Al llegar a su morada y dejar al pequeño John dormido en el cuarto de los niños, se fue directamente a su despacho. Se sentía traicionado, estuvo coqueteando con Cassandra por meses, claro estaba, que dentro de los parámetros socialmente correctos, nunca se habían sobrepasado, no hasta esa misma tarde. Creía que ella era una viuda, igual que él, y que estaban tomándose su tiempo para vivir el duelo por la pérdida de sus seres amados, pero al parecer sólo él estaba en esa transición, ella tenía a su esposo. Si lo pensaba con detenimiento, ella nunca mencionó que su esposo estuviera realmente muerto, sencillamente no hablaban de él, ni de su persona, ni de su relación.

Y aun cuando James no tenía claras las circunstancias, no era usual que una dama casada viviera sola apartada de la alta sociedad, algo más había allí, pero no estaba seguro de querer descubrir lo que realmente sucedía.

6 de Julio de 1815, Suffolk.

La mañana siguiente era un día soleado, esplendoroso como ningún otro. Ya no tenía intenciones de ir en busca de nuevas herraduras, pues estaba preocupado, tal vez Cassandra había escapado del hombre y este la había encontrado, no pudo pegar un ojo en toda la noche pensando en las infinitas posibilidades. Sí, le había mentido, pero esa no era una excusa para abandonarla a su suerte, él era un caballero y debía por lo menos darle el beneficio de la duda y la oportunidad de explicarse.

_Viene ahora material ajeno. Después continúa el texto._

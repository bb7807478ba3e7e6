import { LETTER } from '../blocks/block';
import { GROUP, codeName } from '../blocks/code-groups';
import type { SettableState } from './events';
import { SETTING } from './machine';
import { refuseWhileCompensating } from './one-block-codes';
import { refuse, type Run } from './run';

/** Steps of a block that only set a mode: no axis moves in any of them. */

export function applyFeedMode(run: Run): void {
  const { block, machine } = run;
  const code = block.codes[GROUP.feedMode]!;
  const mode = code === 930 ? 'inverse-time' : code === 950 ? 'per-revolution' : 'per-minute';
  setModal(run, 'feedMode', GROUP.feedMode, machine.feedMode, mode);
  if (machine.feedMode !== mode) machine.feed = NaN;
  machine.feedMode = mode;
}

/**
 * F, kept in mm/min under G94, per minute of the move under G93, in mm a turn under G95. A G20 or G21 in
 * the same block counts already, because that is how it is meant wherever both are written.
 */
export function applyFeed(run: Run): void {
  const { block, machine } = run;
  const written = block.value(LETTER.F);
  if (!(written >= 0)) return refuseNegative(run, LETTER.F);
  const unit = block.hasGroup(GROUP.units) ? unitOf(block.codes[GROUP.units]!) : machine.unit;
  const feed = machine.feedMode === 'inverse-time' ? written : written * unit;
  if (feed === machine.feed) return;
  machine.feed = feed;
  machine.noteSet(SETTING.feed, block.wordOf[LETTER.F]!);
}

export function applySpeed(run: Run): void {
  const { block, machine } = run;
  const speed = block.value(LETTER.S);
  if (!(speed >= 0)) return refuseNegative(run, LETTER.S);
  // G92 S and G50 S limit the speed and do not set it (common practice, no source).
  if (block.hasGroup(GROUP.once) && block.codes[GROUP.once] === 920) return;
  if (block.hasGroup(GROUP.idle) && block.codes[GROUP.idle] === 500) return;
  machine.speed = speed;
  machine.noteSet(SETTING.speed, block.wordOf[LETTER.S]!);
  if (machine.turning === 'off' || block.hasGroup(GROUP.spindle)) return;
  const { turning } = machine;
  run.tell.spindle({ turning, speed, code: 'S', place: machine.place({ letters: 'S' }) });
}

export function refuseNegative(run: Run, letter: number): void {
  const { block } = run;
  const name = String.fromCharCode(65 + letter);
  const value = block.value(letter);
  const what = block.written(block.wordOf[letter]!);
  const needs = value < 0 ? 'not-negative' : 'whole';
  refuse(run, 'out-of-range-word', { letters: name }, { letter: name, what, value, needs });
}

/** M3, M4, M5; M19 orients a spindle and so stands it still. */
export function applySpindle(run: Run): void {
  const { block, machine } = run;
  const code = block.codes[GROUP.spindle]!;
  machine.turning = code === 30 ? 'cw' : code === 40 ? 'ccw' : 'off';
  machine.noteSet(SETTING.spindle, block.codeWords[GROUP.spindle]!);
  const name = codeName('M', code);
  run.tell.spindle({
    turning: machine.turning,
    speed: machine.speed,
    code: name,
    place: machine.place({ letters: machine.turning === 'off' ? '' : 'S', code: name }),
  });
}

export function applyCoolant(run: Run): void {
  const { block, machine } = run;
  const { coolant } = machine;
  if (block.codes[GROUP.coolant] === 90) coolant.mist = coolant.flood = false;
  if (block.mist) coolant.mist = true;
  if (block.flood) coolant.flood = true;
  machine.noteSet(SETTING.coolant, block.codeWords[GROUP.coolant]!);
  const code = codeName('M', block.codes[GROUP.coolant]!);
  run.tell.coolant({ code, place: machine.place({ code }) });
}

export function applyPlane(run: Run): void {
  const { block, machine } = run;
  const index = block.codes[GROUP.plane]! / 10 - 17;
  if (index !== 0 && isRefused(run, codeName('G', block.codes[GROUP.plane]!))) return;
  const before = machine.plane;
  machine.planeIndex = index;
  setModal(run, 'plane', GROUP.plane, before, machine.plane);
}

/** A safety line cancels compensation in the block that sets the plane and the units (common practice, no source). */
function isRefused(run: Run, what: string): boolean {
  const { block, dialect } = run;
  const cancels = block.hasGroup(GROUP.compensation) && block.codes[GROUP.compensation] === 400;
  return !(cancels && !dialect.isStrict) && refuseWhileCompensating(run, what);
}

export const unitOf = (code: number): number => (code === 200 ? 25.4 : 1);

export function applyUnits(run: Run): void {
  const { block, machine } = run;
  const code = block.codes[GROUP.units]!;
  const before = machine.units;
  const isRestated = unitOf(code) === machine.unit && !run.dialect.isStrict;
  if (!isRestated && isRefused(run, codeName('G', code))) return;
  machine.unit = unitOf(code);
  setModal(run, 'units', GROUP.units, before, machine.units);
}

export function applyPath(run: Run): void {
  const { block, machine } = run;
  const code = codeName('G', block.codes[GROUP.path]!);
  setModal(run, 'path', GROUP.path, machine.path, code);
  machine.path = code;
}

export function applyDistance(run: Run): void {
  const { block, machine } = run;
  const before = machine.distance;
  machine.isAbsolute = block.codes[GROUP.distance] === 900;
  setModal(run, 'distance', GROUP.distance, before, machine.distance);
}

export function applyReturn(run: Run): void {
  const { block, machine } = run;
  const after = block.codes[GROUP.return] === 980 ? 'G98' : 'G99';
  setModal(run, 'return', GROUP.return, machine.returnTo, after);
  machine.returnTo = after;
}

/** Tells a mode word; its place is noted when it changes the mode or states it for the first time. */
export function setModal(
  run: Run,
  what: SettableState,
  group: number,
  from: string,
  to: string,
): void {
  const { block, machine } = run;
  const word = block.codeWords[group]!;
  if (from !== to || !machine.isSet(SETTING[what])) machine.noteSet(SETTING[what], word);
  if (run.tell.wantsModals)
    run.tell.modal({
      what,
      from,
      to,
      place: machine.place({ code: codeName('G', block.codes[group]!) }),
    });
}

Así pues, se preparó para ir de nuevo a la casa de su vecina. Dejó al pequeño John con su niñera y tomó un caballo, después de todo tenía una invitación muy explícita para ir a desayunar. Sabía que no sería bien recibido, pero le importaba un cuerno, simplemente quería cerciorarse que la dama se encontrase bien. No podía permitir que le pasara algo grave a Cassandra, ni en un millón de años.

Al llegar al lugar el mayordomo lo llevó hasta la gran puerta que daba al comedor, donde muchas veces había estado con anterioridad, para desayunar, almorzar e incluso, había sido invitado a algunas cenas.

‒ Lady Wrightwood, el Conde de Blakewells ha venido a verla ‒ anunció el mayordomo desde la puerta.

‒ Dígale que se marche ‒ escuchó que dijo de manera tajante el marqués. A James le hirvió la sangre, sabía que se estaba metiendo en territorios ajenos, pero no podía evitarlo.

‒ No…‒ escuchó la voz de Cassandra. Y James se alegró de que no estuviera encerrada en algún lugar.

‒ Deja que se marche, Cassandra.

‒ Me temo que eso no será posible, Lord Wrightwood ‒ entró James con soltura a la estancia, la cara del marqués era un poema y no se arrepentía ni un poco de lo que estaba haciendo.

La tensión se apoderó del lugar, cualquiera podría tomar un cuchillo y cortar el aire de lo rígido que se tornó todo. Ambos caballeros, se miraron con odio, parecían dos perros rabiosos a punto de atacar.

‒ Buenos días, Lady Wrightwood‒ se inclinó James en una leve venia.

Pudo observar como Cassandra se liberó de mala gana de la mano del marqués y le hizo señas a James para que se sentara con ellos en la mesa, cosa que no le agradó en lo absoluto al marqués, quien tenía cara de querer asesinar a uno de ellos, tal vez a los dos. James se sentó frente a Cassandra, justo al lado del marqués.

‒ Lord Wrightwood, le presento a Lord Blakewells. Conde, le presento a mi esposo, el Marqués de Wrightwood. ‒ al parecer este día iba a ser muy interesante.

‒ Uno de los «Lores B» ‒ comentó el marqués de manera burlona.